# Finally Finished...



## Craftdiggity (Dec 21, 2011)

I like casting and turning as much as the next guy, but this was ridiculous.  This year, the wife and my mom decided that they would both give out bracelets and or pendants to the women in their ladies fellowships at church.  They both belong to small groups as well as various ministries within the church.  So I was commissioned to make the items...actually, if you're forced to do something, and don't get paid a single cent for it, can it be accurately called "commissioned?"

When I pointed out the ridiculosity of the sheer numbers of pendants and bracelets I was being "commissioned" to create, I was called a "Bah-Humbugger." :redface:

You don't want to be a "Bah-Humbugger" around my family so here is what I came up with.  In these pics, there are more than 60 bracelets and over 40 pendants.  This represents a little more than half of the original order.   The rest have already been taken to various groups' Christmas parties.  There was originally 77 pendants and 113 bracelets, all cast and made within the last two weeks.  They would not accept anything already in inventory as this would not be personal and therefore not special. 

Oh yeah, they also stole my inventory price tags and used them as name tags so they knew who belonged to what bracelet...another $8 gone. 

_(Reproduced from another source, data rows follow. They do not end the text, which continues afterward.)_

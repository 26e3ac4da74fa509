import { hoursForArea } from '../machine/capacity'
import { hasWorkLeft, PASS_COUNT, type PlanProblem } from './problem'
import { afterWorking } from './simulate'

/** Who goes where when the fields are taken in a certain order. */
export interface Assignment {
  /** for each machine the fields that it goes to, in turn */
  sequences: number[][]
  /** machine of each pass of each field, field · 5 + pass; −1: nothing left to do, or no machine for it */
  machineOf: Int32Array
  /** working hours that each machine is booked for */
  bookedHours: Float64Array
}

/** Nobody assigned to anything yet. */
export function emptyAssignment(problem: PlanProblem): Assignment {
  return {
    sequences: problem.machines.map(() => []),
    machineOf: new Int32Array(problem.fields.length * PASS_COUNT).fill(-1),
    bookedHours: new Float64Array(problem.machines.length),
  }
}

/**
 * Gives each pass of the fields, taken one after another, to the machine that would be through with it first if the
 * ground were always fit; the one that comes first in the list when two are alike.
 *
 * The choice is the same for all runs: nobody knows which of them will come true.
 *
 * @param list - fields in the order to do them
 */
export function assignMachines(problem: PlanProblem, list: readonly number[]): Assignment {
  const assignment = emptyAssignment(problem)
  for (const field of list) assignField(problem, field, assignment)
  return assignment
}

/** Adds one field behind those that are assigned already. */
export function assignField(problem: PlanProblem, field: number, assignment: Assignment): void {
  for (let pass = 0; pass < PASS_COUNT; pass++) {
    const machine = soonest(problem, field, pass, assignment)
    assignment.machineOf[field * PASS_COUNT + pass] = machine
    if (machine < 0) continue
    assignment.bookedHours[machine] = bookedAfter(problem, machine, field, assignment)
    assignment.sequences[machine]!.push(field)
  }
}

/** Takes back the field that was added last. */
export function unassignField(problem: PlanProblem, field: number, assignment: Assignment, bookedHours: Float64Array): void {
  for (let pass = 0; pass < PASS_COUNT; pass++) {
    const machine = assignment.machineOf[field * PASS_COUNT + pass]!
    if (machine >= 0) assignment.sequences[machine]!.pop()
    assignment.machineOf[field * PASS_COUNT + pass] = -1
  }
  assignment.bookedHours.set(bookedHours)
}

function soonest(problem: PlanProblem, field: number, pass: number, assignment: Assignment): number {
  let best = -1
  if (!hasWorkLeft(problem.fields[field]!, pass)) return best
  let least = Infinity
  for (let machine = 0; machine < problem.machines.length; machine++) {
    if (problem.machines[machine]!.pass !== pass) continue
    const through = afterWorking(problem.machines[machine]!.working, 0, bookedAfter(problem, machine, field, assignment))
    if (best < 0 || through < least) [best, least] = [machine, through]
  }
  return best
}

function bookedAfter(problem: PlanProblem, machine: number, field: number, { sequences, bookedHours }: Assignment): number {
  const { firstMoveHours, moveHours, rateAcPerHour, pass } = problem.machines[machine]!
  const at = sequences[machine]!.at(-1)
  const move = at === undefined ? firstMoveHours[field]! : moveHours[at * problem.fields.length + field]!
  const { areaAc, doneAc } = problem.fields[field]!
  return bookedHours[machine]! + move + hoursForArea(areaAc - doneAc[pass]!, rateAcPerHour)
}
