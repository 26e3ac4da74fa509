import { ClockMove } from '#shared/schemas/demo-clock'
import { moveDemoClock } from '../../../../services/demo-clock'

export default defineEventHandler(async (event) => {
  const context = await requireFarm(event, 'demo-clock:move')
  if (!context.demoClock) fail(404, 'not-found', 'There is nothing here.')
  const { hours } = await readBodyAs(event, ClockMove)
  const moved = await moveDemoClock(context, hours, { farmId: context.farm.id, personId: context.person.id })
  if (moved.outcome === 'moving') fail(409, 'moving', 'The clock is being moved on already. Wait for it.')
  return { now: moved.now.toISOString() }
})
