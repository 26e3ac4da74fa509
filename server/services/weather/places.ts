import type { PlaceId } from '../../../shared/types/ids'

/** Side of a place's cell, degrees: about 5 km from north to south. */
const CELL_DEG = 0.05

/**
 * The place that a point belongs to: the middle of its cell of the grid.
 * @throws {RangeError} for a point that is nowhere
 */
export function placeFor(latitude: number, longitude: number): { id: PlaceId, latitude: number, longitude: number } {
  if (!(Math.abs(latitude) <= 90 && Math.abs(longitude) <= 180)) throw new RangeError(`There is no place at ${latitude}, ${longitude}`)
  const cell = (degrees: number) => (Math.round(degrees / CELL_DEG) * CELL_DEG + 0).toFixed(2)
  return { id: `${cell(latitude)},${cell(longitude)}` as PlaceId, latitude: Number(cell(latitude)), longitude: Number(cell(longitude)) }
}
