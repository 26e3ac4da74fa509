import { boundsOfLocalDay, localDayOf } from '../../../shared/utils/time'
import type { LocalDay } from '../../../shared/types/ids'
import type { DbOrTransaction } from '../../db/client'
import { upsertDay } from '../../db/queries/daily-weather'
import { listHours } from '../../db/queries/hourly-weather'
import { listZonesOfPlace } from '../../db/queries/places'
import type { PlaceAnswer } from '../../gateways/weather/weather-gateway'

interface Hour { startsAt: number, rainMm: number, temperatureC: number }

/**
 * Brings the daily record up to date for every local day that a pull touched: from analysed hours as far as the day is
 * over, and from the forecast for the days ahead.
 *
 * @param over - number of the answer's hours that are over; they are stored already
 */
export function keepDays(tx: DbOrTransaction, answer: PlaceAnswer, over: number, issuedAt: Date | null, now: Date): void {
  for (const zone of listZonesOfPlace(tx, answer.placeId)) {
    const keep = (source: 'analysis' | 'forecast', days: Map<LocalDay, Hour[]>) => {
      for (const [localDay, hours] of days) {
        const temperatures = hours.map(hour => hour.temperatureC)
        upsertDay(tx, {
          placeId: answer.placeId, zone, localDay, source, hours: hours.length, issuedAt, fetchedAt: now,
          rainMm: hours.reduce((sum, hour) => sum + hour.rainMm, 0), minC: Math.min(...temperatures), maxC: Math.max(...temperatures),
        })
      }
    }
    keep('analysis', analysedDays(tx, answer, over, zone))
    keep('forecast', byDay(hoursOf(answer, over, answer.hours), zone))
  }
}

/** Whole days, also where the answer begins in the middle of one: the day's earlier hours come from the store. */
function analysedDays(tx: DbOrTransaction, answer: PlaceAnswer, over: number, zone: string): Map<LocalDay, Hour[]> {
  if (over === 0) return new Map()
  const first = boundsOfLocalDay(localDayOf(new Date(answer.startsAt * 1000), zone), zone).from
  const rows = listHours(tx, answer.placeId, first, new Date((answer.startsAt + over * 3600) * 1000))
  return byDay(rows.map(row => ({ startsAt: row.startsAt.getTime() / 1000, rainMm: row.rainMm, temperatureC: row.temperatureC })), zone)
}

function hoursOf(answer: PlaceAnswer, from: number, to: number): Hour[] {
  const run = answer.runs[0]!
  return Array.from({ length: Math.max(0, to - from) }, (_, i) => ({ startsAt: answer.startsAt + (from + i) * 3600, rainMm: run.rainMm![from + i]!, temperatureC: run.temperatureC![from + i]! }))
}

/** @param hours - in the order of time: the time zone is slow to ask, so it is asked once a day */
function byDay(hours: Hour[], zone: string): Map<LocalDay, Hour[]> {
  const days = new Map<LocalDay, Hour[]>()
  let [today, until]: [Hour[], number] = [[], -Infinity]
  for (const hour of hours) {
    if (hour.startsAt >= until) {
      const day = localDayOf(new Date(hour.startsAt * 1000), zone)
      until = boundsOfLocalDay(day, zone).to.getTime() / 1000
      days.set(day, today = [])
    }
    today.push(hour)
  }
  return days
}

Let me know what you think.


----------



## glycerine (Dec 21, 2011)

I'm counting over 100 pieces, is that right???  That IS rediculous!!  But hey, I've got a wife and three daughters, so I would do anything for the "ladies" as well...


----------



## Steve Busey (Dec 21, 2011)

Chris, those are awesome! 

Did you have a special mold for the bracelets? Are they all the same size?


----------



## Craftdiggity (Dec 21, 2011)

glycerine said:


> I'm counting over 100 pieces, is that right???



Over a hundred in the pics, but 190 total in the original order.  The rest have been given out already.


----------



## Craftdiggity (Dec 21, 2011)

Steve Busey said:


> Christ, those are awesome!
> 
> Did you have a special mold for the bracelets? Are they all the same size?



Just "Chris" will do.  :wink:

I have a homemade mold for both the bracelets and the pendants.  There are three sizes and styles in the pics.  I also have two additional smaller sizes for teens and kids.  These are my first molds.  I have many more now.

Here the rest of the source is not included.